Vertical asymptotes in a rational function occur where the function does not have a value ─ often referred to as points of undefined behavior. These appear when the denominator of the function equals zero. To find the vertical asymptotes, simply look at the factors of the denominator. For instance, if your function has a denominator of

• \((x + 4)(x + 1)\)

setting these factors to zero will help us find the vertical asymptotes.

• Solve \(x + 4 = 0\) which gives \(x = -4\)
• Solve \(x + 1 = 0\) which gives \(x = -1\)

Thus, the vertical asymptotes are located at \(x = -4\) and \(x = -1\). Whenever the function approaches these x-values, it will go towards infinity or negative infinity, reflecting these vertical lines.

An x-intercept is a point where the graph of a function crosses the x-axis. This occurs when the output of the function is zero, meaning the numerator of the rational function must be zero with a non-zero denominator. Using the equation's characteristics, our x-intercepts are given at

• \((1,0)\)
• \((5,0)\)

This tells us that the numerator should include factors such as

• \((x - 1)\)
• \((x - 5)\)

By solving each factor for zero,

• The intercept at \((1,0)\) occurs because \(x - 1 = 0\), giving \(x = 1\)
• The intercept at \((5,0)\) occurs because \(x - 5 = 0\), giving \(x = 5\)

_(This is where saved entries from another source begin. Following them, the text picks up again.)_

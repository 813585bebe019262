// A condensed phase of constant heat capacity: h = h0 + cp (T - T0), s = s0 + cp ln(T / T0).
#pragma once

#include "registry/limits.hpp"
#include "registry/number.hpp"
#include "registry/source.hpp"

#include <cmath>
#include <span>

namespace entropy_ledger::registry {

struct ConstantHeatCapacity {
    double cp;                     // J/(kg K)
    double reference_temperature;  // K
    double reference_enthalpy;     // J/kg, at the reference temperature
    double reference_entropy;      // J/(kg K), at the reference temperature
    Range fit;                     // K
    Range trust;                   // K
    Source const* origin;

    static constexpr bool holds_heat_capacity = true; // of itself

    template <class Number>
    Number entropy(const Number& T, const Number&) const
    {
        using std::log;
        return reference_entropy + cp * log(T / reference_temperature);
    }

    template <class Number>
    Number enthalpy(const Number& T, const Number&) const
    {
        return reference_enthalpy + cp * (T - reference_temperature);
    }

    template <class Number>
    Number heat_capacity(const Number&, const Number&) const
    {
        return cp;
    }

    Limits limits(double p) const
    {
        if (!(p > 0.0))
            return {empty_range, empty_range};
        return {fit, trust};
    }

    const Source& source(double, double) const { return *origin; }
    std::span<const Source* const> sources() const { return {&origin, 1}; }
};

} // namespace entropy_ledger::registry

Hence, these locations are crucial when designing the numerator for any rational function meant to match these x-intercepts.

Finding the y-intercept of a rational function means determining where the graph crosses the y-axis. This happens when \(x = 0\). It's essentially finding the output of the function at this particular value of \(x\). Given the y-intercept at

• \((0,7)\)

we need to ensure our function adequately reflects this point. The function can be formulated as:\[ f(x) = \frac{a(x - 1)(x - 5)}{(x + 4)(x + 1)} \]Setting \(x = 0\) and solving for \(f(0) = 7\) provides the necessary multiplier \(a\). This ensures that at \(x = 0\), the function's value is 7, aligning with the required y-intercept on the graph.

Rational functions are like fractions, with a numerator and a denominator, both of which are polynomials. The structure and factors of these two polynomials determine the various intercepts and asymptotes seen in the graph. In the exercise example, the rational function was intended to have

• Vertical asymptotes at \(x = -4\) and \(x = -1\)
• X-intercepts at \((1,0)\) and \((5,0)\)
• A y-intercept at \((0,7)\)

To satisfy these conditions, the function takes the following form:\[ f(x) = \frac{7(x - 1)(x - 5)}{(x + 4)(x + 1)} \]

• The numerator \(7(x-1)(x-5)\) is crafted to hit the x-intercepts at \( (1, 0) \) and \( (5, 0) \).
• The denominator \((x + 4)(x + 1)\) ensures the vertical asymptotes are correctly placed.
• The leading constant 7 guarantees the correct y-intercept.

By putting together the right factors for both the numerator and the denominator, the desired behavior of the function graph is elegantly achieved.